You cannot call a method on a null-valued expression.
At line:2 char:1

  • $devTeam.EnvironmentIds.Add(“Environments-3”)
  •   + CategoryInfo          : InvalidOperation: (:) [], ParentContainsErrorRecordException
      + FullyQualifiedErrorId : InvokeMethodOnNull
    
    

the script looks like:

$devTeam = $repository.Teams.Get(“Teams-21”)
$devTeam.EnvironmentIds.Add(“Environments-3”)
$repository.Teams.Modify($devTeam)

after some investigation we found that “TeamResource” under the “Octopus.Client.Model” was changed and doesn’t contain any more “EnvironmentIds” property (and more other)

it broke all our automation for auto create/delete environments

any ideas/suggestions?

Thanks in advance,

Stan

(Prathamesh Wagh) #9

Hi Stan,

Please try this and let me know if it works.

$Environment = Get-OctopusEnvironment -EnvironmentName “Enter Environment name here”

Write-Output $Environment

$team = Get-OctopusTeam -TeamName “Enter team name here”

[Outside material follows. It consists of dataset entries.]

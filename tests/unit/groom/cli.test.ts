import { spawnSync } from 'node:child_process';
import { existsSync, mkdtempSync, readFileSync, rmSync, writeFileSync } from 'node:fs';
import { tmpdir } from 'node:os';
import { join } from 'node:path';
import { afterAll, beforeAll, describe, expect, it } from 'vitest';
import { checkSurface, readSurface } from '@/lib/field';
import { frustum, icosphere, roundedCube } from '@/tests/fixtures/shapes';
import { surfaceToObj } from '@/lib/groom/demo/obj';

const launcher = join(process.cwd(), 'bin', 'whorlwind-groom.mjs');
let folder: string;

function run(...args: string[]) {
  const result = spawnSync(process.execPath, [launcher, ...args], { cwd: folder, encoding: 'utf8', timeout: 60_000 });
  return { code: result.status, stdout: result.stdout, stderr: result.stderr.split('\n').filter((l) => l.startsWith('whorlwind-groom')) };
}

beforeAll(() => {
  folder = mkdtempSync(join(tmpdir(), 'whorlwind-cli-'));
  writeFileSync(join(folder, 'ball.obj'), surfaceToObj(icosphere(3, 5), 'test ball'));
  writeFileSync(join(folder, 'box.obj'), surfaceToObj(roundedCube(10, 0.25), 'rounded box'));
  writeFileSync(
    join(folder, 'coat.json'),
    JSON.stringify({ specVersion: 2, units: 'cm', field: { singularities: [{ point: [0, 5, 0], index: 1 }, { point: [0, -5, 0], index: 1, twist: 180 }] }, guides: { density: 2, length: 1 } }),
  );
});
afterAll(() => rmSync(folder, { recursive: true, force: true }));

describe('whorlwind-groom command line', () => {
  it('writes every asked-for file, from any working folder, and prints stats', () => {
    const r = run('--surface', 'ball.obj', '--spec', 'coat.json', '--out', 'g.usda', '--out', 'g.glb', '--out', 'g.obj', '--out', 'resolved.json', '--field', 'flow.ply', '--thumbnail', 't.png', '--size', '128', '--stats');
    expect(r.stderr).toEqual([]);
    expect(r.code).toBe(0);
    for (const f of ['g.usda', 'g.glb', 'g.obj', 'resolved.json', 'flow.ply', 't.png']) expect(existsSync(join(folder, f))).toBe(true);
    expect(readFileSync(join(folder, 'g.usda'), 'utf8')).toContain('def BasisCurves "Guides"');
    expect(r.stdout).toMatch(/guides\s+\d+ × 16 points/);
    expect(r.stdout).toMatch(/measured = requested at (\d+) of \1 vertices/);
    expect(r.stdout).toMatch(/edges\s+\d+ crossed without a seam/);
    expect(r.stdout).toMatch(/solve field\s+[\d.]+ ms/);
  });

  it('grows a version-3 spec with tufts and waver, reports the tufts and writes their data', () => {
    writeFileSync(
      join(folder, 'tufted.json'),
      JSON.stringify({ specVersion: 3, units: 'cm', field: { singularities: [{ point: [0, 5, 0], index: 1 }, { point: [0, -5, 0], index: 1, twist: 180 }] }, guides: { density: 2, length: 1, tipWidth: 0.001, tufts: { density: 0.1, inner: { density: 0.4 }, loners: 0.1 }, waver: { amplitude: 0.05 } } }),
    );
    const r = run('--surface', 'ball.obj', '--spec', 'tufted.json', '--out', 't.usda', '--out', 't.obj', '--stats');
    expect(r.stderr).toEqual([]);
    expect(r.code).toBe(0);
    expect(r.stdout).toMatch(/tufts\s+\d+ tufts, \d+ inner tufts; \d+ guides in none/);
    expect(readFileSync(join(folder, 't.usda'), 'utf8')).toContain('int[] primvars:whorlwind:innerTuft');
    expect(readFileSync(join(folder, 't.obj'), 'utf8')).toMatch(/^#whorlwind-shape 0 -?\d+ -?\d+ /m);
  });

  it('grows guide sets on the two sides of a closed parting and reports each set', () => {
    const ring = Array.from({ length: 12 }, (_x, i) => [5 * Math.cos((i * Math.PI) / 6), 0, 5 * Math.sin((i * Math.PI) / 6)]);
    writeFileSync(
      join(folder, 'sides.json'),
      JSON.stringify({
        specVersion: 3,
        units: 'cm',
        field: { singularities: [{ point: [0, 5, 0], index: 1 }, { point: [0, -5, 0], index: 1, twist: 180 }], partings: [{ points: ring, closed: true }] },
        guideSets: [
          { name: 'north cap', region: { partings: [0], from: { point: [0, 5, 0] } }, guides: { density: 1, length: 0.5 } },
          { name: 'south cap', region: { partings: [0], from: { point: [0, -5, 0] } }, guides: { density: 2, length: 1.5 } },
        ],
      }),
    );
    const r = run('--surface', 'ball.obj', '--spec', 'sides.json', '--out', 'sides.usda', '--out', 'sides.obj', '--stats');
    expect(r.stderr).toEqual([]);
    expect(r.code).toBe(0);
    expect(r.stdout).toMatch(/set\s+"north cap": \d+ guides over [\d.]+ cm²/);
    expect(r.stdout).toMatch(/set\s+"south cap": \d+ guides over [\d.]+ cm²/);
    const usda = readFileSync(join(folder, 'sides.usda'), 'utf8');
    expect(usda).toContain('def BasisCurves "north_cap"');
    expect(usda).toContain('def BasisCurves "south_cap"');
    expect(readFileSync(join(folder, 'sides.obj'), 'utf8')).toMatch(/^g south_cap$/m);
  });

  it('writes the growth surface beside the guides with --with-surface, and the release in the provenance', () => {
    const r = run('--surface', 'ball.obj', '--spec', 'coat.json', '--out', 's.usda', '--out', 's.obj', '--with-surface');
    expect(r.stderr).toEqual([]);
    expect(r.code).toBe(0);
    const usda = readFileSync(join(folder, 's.usda'), 'utf8');
    expect(usda).toContain('def Mesh "Surface"');
    expect(usda).toContain(`string version = "${JSON.parse(readFileSync(join(process.cwd(), 'package.json'), 'utf8')).version}"`);
    expect(usda).toContain('primvars:whorlwind:rootBarycentric');
    expect(readFileSync(join(folder, 's.obj'), 'utf8')).toMatch(/^o surface$/m);
    run('--surface', 'ball.obj', '--spec', 'coat.json', '--out', 'plain.usda');
    expect(readFileSync(join(folder, 'plain.usda'), 'utf8')).not.toContain('def Mesh');
  });

  it('fails with exit code 1 and one line naming the problem on bad input', () => {
    writeFileSync(join(folder, 'bad.json'), JSON.stringify({ specVersion: 2, units: 'cm', field: {}, guides: { lift: 120 } }));
    const bad = run('--surface', 'ball.obj', '--spec', 'bad.json', '--out', 'x.usda');
    expect(bad.code).toBe(1);
    expect(bad.stderr).toEqual([expect.stringMatching(/^whorlwind-groom: guides\.lift: /)]);
    writeFileSync(join(folder, 'unbalanced.json'), JSON.stringify({ specVersion: 2, units: 'cm', field: { singularities: [{ point: [0, 5, 0], index: 1 }] } }));
    const unbalanced = run('--surface', 'ball.obj', '--spec', 'unbalanced.json');
    expect(unbalanced.code).toBe(1);
    expect(unbalanced.stderr).toEqual([expect.stringMatching(/sum to 1, but .* needs 2/)]);
    const missing = run('--surface', 'nowhere.obj', '--spec', 'coat.json');
    expect(missing.code).toBe(1);
    expect(missing.stderr).toEqual([expect.stringMatching(/cannot read the surface nowhere\.obj/)]);
  });

  it('refuses a broken surface with the words of the upload check, and grows on a tube open at both ends', () => {
    // The ball with a fin: a third face on one of its edges, so that edge is not manifold.
    const ball = icosphere(3, 5);
    const [a, b] = [ball.triangles[0], ball.triangles[1]];
    const tip = ball.positions.length / 3;
    const finned = { positions: Float64Array.from([...ball.positions, 0, 0, 9]), triangles: Uint32Array.from([...ball.triangles, b, a, tip]) };
    writeFileSync(join(folder, 'fin.obj'), surfaceToObj(finned, 'ball with a fin'));
    writeFileSync(join(folder, 'bare.json'), JSON.stringify({ specVersion: 2, units: 'cm', field: {}, guides: { density: 1, length: 1 } }));
    const refused = run('--surface', 'fin.obj', '--spec', 'bare.json', '--out', 'fin.usda');
    const expected = checkSurface(readSurface(readFileSync(join(folder, 'fin.obj')), 'fin.obj').mesh).problems.find((p) => p.severity === 'error')!;
    expect(refused.code).toBe(1);
    expect(refused.stderr).toEqual([`whorlwind-groom: ${expected.message}`]);
    expect(existsSync(join(folder, 'fin.usda'))).toBe(false);

    writeFileSync(join(folder, 'sleeve.obj'), surfaceToObj(frustum(5, 3, 8, 12, 32), 'sleeve'));
    const sleeve = run('--surface', 'sleeve.obj', '--spec', 'bare.json', '--out', 'sleeve.usda', '--stats');
    expect(sleeve.stderr).toEqual([]);
    expect(sleeve.code).toBe(0);
    expect(sleeve.stdout).toMatch(/edges\s+\d+ crossed without a seam \(largest turn \d+\.\d°\)/);
  });

  it('fails with exit code 2 on a bad command line', () => {
    const r = run('--surface', 'ball.obj', '--spec', 'coat.json', '--out', 'guides.fbx');
    expect(r.code).toBe(2);
    expect(r.stderr).toEqual([expect.stringMatching(/--out guides\.fbx: the extension must be one of/)]);
    expect(run('--spec', 'coat.json').code).toBe(2);
  });

  // Source: a smooth cross field on a cube has eight index +1/4 singularities, one at each corner
  // (the classic cross-field result; tests/unit/field/suggest.test.ts checks the engine itself).
  it('--suggest writes a spec with the suggested singularities, and --spec of it solves to exactly those', () => {
    const r = run('--surface', 'box.obj', '--suggest', '--order', '4', '--out', 'suggestion.json', '--stats');
    expect(r.stderr).toEqual([]);
    expect(r.code).toBe(0);
    expect(r.stdout).toMatch(/suggested\s+8 singularities \(8 × \+1\/4\), order 4/);
    const spec = JSON.parse(readFileSync(join(folder, 'suggestion.json'), 'utf8'));
    expect(spec.field.order).toBe(4);
    expect(spec.field.singularities.map((s: { index: number }) => s.index)).toEqual(Array(8).fill(0.25));
    const { mesh } = readSurface(readFileSync(join(folder, 'box.obj')), 'box.obj');
    const corner = 1 - 0.25 + 0.25 / Math.sqrt(3);
    const corners = new Set<string>();
    for (const s of spec.field.singularities as { vertex: number }[]) {
      const v = mesh.fileVertexToVertex![s.vertex];
      const p = [0, 1, 2].map((k) => mesh.positions[3 * v + k]);
      expect(Math.hypot(...p.map((x) => Math.abs(x) - corner))).toBeLessThan(0.25);
      corners.add(p.map(Math.sign).join());
    }
    expect(corners.size).toBe(8);
    const back = run('--surface', 'box.obj', '--spec', 'suggestion.json', '--stats');
    expect(back.code).toBe(0);
    expect(back.stdout).toMatch(/index\s+placed 2 of 2; measured = requested at (\d+) of \1 vertices/);
  });

  // Source: "down" projected onto a sphere is the gradient of minus the height, zero only at the
  // top and the bottom (the height's critical points), so a strong pull puts the whorls there.
  it('--suggest-down pulls the whorls of a ball to its top and bottom', () => {
    const r = run('--surface', 'ball.obj', '--suggest', '--suggest-down', '0,-1,0', '--suggest-weight', '10', '--out', 'falling.json');
    expect(r.stderr).toEqual([]);
    const spec = JSON.parse(readFileSync(join(folder, 'falling.json'), 'utf8'));
    const ys = (spec.field.singularities as { vertex: number; index: number }[]).map((s) => {
      expect(s.index).toBe(1);
      return icosphere(3, 5).positions[3 * s.vertex + 1];
    });
    expect(ys.sort((a, b) => a - b)).toEqual([expect.closeTo(-5, 0), expect.closeTo(5, 0)]);
  });

  it('refuses suggestion options it cannot use', () => {
    expect(run('--surface', 'ball.obj', '--suggest', '--suggest-weight', '2', '--out', 'x.json').code).toBe(2);
    expect(run('--surface', 'ball.obj', '--suggest', '--suggest-down', '0,0', '--out', 'x.json').code).toBe(2);
    expect(run('--surface', 'ball.obj', '--spec', 'coat.json', '--order', '4').code).toBe(2);
    const odd = run('--surface', 'ball.obj', '--suggest', '--suggest-follow-curvature', '--out', 'x.json');
    expect(odd.code).toBe(1);
    expect(odd.stderr).toEqual([expect.stringMatching(/a field of order 1 cannot follow them/)]);
  });
});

Write-Output $team #Before adding environment

$team.Environments.Add($environmentId)

Write-Output $team #After adding environment

(Stan) #10

Hi Prathamesh,

Thank you for reply!!!

after installing Octoposh and executing flowing command

Get-OctopusTeam (on any team name)

i getting error:

Get-OctopusTeam : Object reference not set to an instance of an object.
At line:1 char:1

  • Get-OctopusTeam
  •   + CategoryInfo          : NotSpecified: (:) [Get-OctopusTeam], NullReferenceException
      + FullyQualifiedErrorId : System.NullReferenceException,Octoposh.Cmdlets.GetOctopusTeam
    
    

What can be cause for this error?
The Get-OctopusEnvironment cmdlet works fine

PS:
in general, we are using Octopus.Client

Add-Type -Path “$ScriptDirectory\Octopus.Client.dll”
$endpoint = New-Object Octopus.Client.OctopusServerEndpoint $octopusURI,$apikey
$repository = New-Object Octopus.Client.OctopusRepository $endpoint

that we have compatibility issue with it.

Looking forward to hearing from you and thanks in advance,

Stan

(Prathamesh Wagh) #12

Get-OctopusTeam : Object reference not set to an instance of an object. - This error means you do not have access to the Octopus. Try not to use API key of administrator user. Create your user and give privileges to your user and use your API key.

(Stan) #13

Thanks for reply Prathamesh!
Still no luck…
looks like bug - i can get every resource (machine, environment, role etc.) but no the team…

the new user (and service account) both in sys admins team with sys admin role and space manager role

any ideas?

thanks in advance,

Stan

(system) closed #14

This topic was automatically closed 30 days after the last reply. New replies are no longer allowed.